Best Shots Extras: SI: Thor, X-Men, Inhumans #1s

Reviews: Secret Invasion Tie-Ins

BEST SHOTS EXTRA Special Edition

Secret Invasion #1’s

This week sees not one, not two, but three Secret Invasion tie-in series debuting from Marvel. Let's jump in...

Secret Invasion: X-Men #1

From: Marvel

Writer: Mike Carey

Art: Cary Nord

Secret Invasion: X-Men does what it needs to do, but it’s not very satisfying from a character standpoint. Sure, Mike Carey knows the X-Men and has written them to great effect. The problem comes in with the establishment of character and situation. While even the newest reader can grasp that the X-Men are fighting an alien invasion, there’s not much done to introduce the group. You pretty much have to know who the X-Men are and what they to for the issue to have any impact. I don’t think that that’s the best decision when you’re having an event that may pull new readers to your title.

I attribute part of the overall problem to uncharacteristically unappealing art from Cary Nord. I generally like Nord’s work, but it’s really lackluster here. There are some strange anatomical inconsistencies, like Colossus’s near total absence of a neck on page 8. I also understand that part of the plot turns on cloaking things in fog, but in a way it almost seems like an excuse to not draw backgrounds. There aren’t many elaborate details, and most of the characters (particularly Colossus and Armor in action) seems kind of rushed. I will say that Nord does do a great job with Nightcrawler.

In terms of the character details and dialogue that do appear, Carey has that right. He’s got the proper tone for the whole cast, and he’s got an appreciation for which characters would mesh correctly in which combinations. He also succeeds in giving us a brief glimpse of how the Skrulls punish failure.

At this point, I’m not sure how necessary this one is. Nord’s art falls flat, but Carey’s ear helps right the ship a bit.

Secret Invasion: Thor #1

From: Marvel

Writer: Matt Fraction

Art: Doug Braithwaite

A brisk, crisp read, this book plays perfectly off of recent issues of the home title. The intrigue and suspicion that quickly overtake Asgard have been fostered in the regular series, and Fraction works hard to exploit it all. Even if you’re not totally familiar with Thor, you’ll get caught up pretty quickly. The only point of confusion may come in the addressing of the identity of Beta Ray Bill, but even that is eventually covered.

From an art perspective, Braithwaite does a great job. He captures the majesty of the characters, and the overarching threat feels massive and ugly in his hands. Whereas the X-Men installment took pains to hide things, this book takes pains to show the details. It’s great-looking work.

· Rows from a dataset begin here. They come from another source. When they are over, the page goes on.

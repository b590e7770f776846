//! Contact networks: the CSR [`Network`], the [`NodeTable`] of external ids
//! and attributes, file loaders ([`load`]), generators ([`generate`]) and
//! structural summaries ([`inspect`]).

pub mod generate;
mod graph;
pub mod inspect;
pub mod load;
mod nodes;

pub use graph::{BuildError, BuildReport, Network, WeightMerge};
pub use nodes::{Groups, NodeTable};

This one also works better because there’s more meat to the story. We see Thor as Dr. Donald Blake actually being a doctor. We see the bond that Thor and Beta Ray Bill share. We glimpse that Asgardian intrigue. And we get some surprises. Fraction’s script is a thoughtful one, building suspense toward a solid last page. Even though we know what’s happening, we’re still pulled in from strong execution.

Secret Invasion: Inhumans #1

From: Marvel

Writer: Joe Pokaski

Art: Tom Raney

Of all the various tie-in minis, this feels like it’s had the longest wait for its payoff. We finally see what happens when Medusa learns about the Black Bolt Skrull. We finally get some reactions from the Royal Family. And we finally get a huge piece of the puzzle for a bigger answer.

One thing that helps this issue is the art of Tom Raney. It’s terrific stuff. His confrontation between Medusa and Iron Man is fantastic; he really grabs the emotion of that scene. At this point in his career, Raney is clearly in full command of his prodigious talent.

Frankly, while Pokaski keeps things moving, a lot of what goes on here is re-establishment and set-up. Then again, it’s artfully rendered re-establishment and set-up. Regardless, the story takes the opportunity to be a sort of snapshot of the Inhuman community. We see them in a variety of situations, religious to political, and it makes one interested in a Machiavelli-flavored ongoing.

I really liked this issue. Perhaps that was driven from the fact that it finally addresses pieces of the larger tapestry. Part of that was the great art. Really, it’s a total package.

So, at the buzzer: X-Men, eh; Thor, strong, Inhumans, best of the three.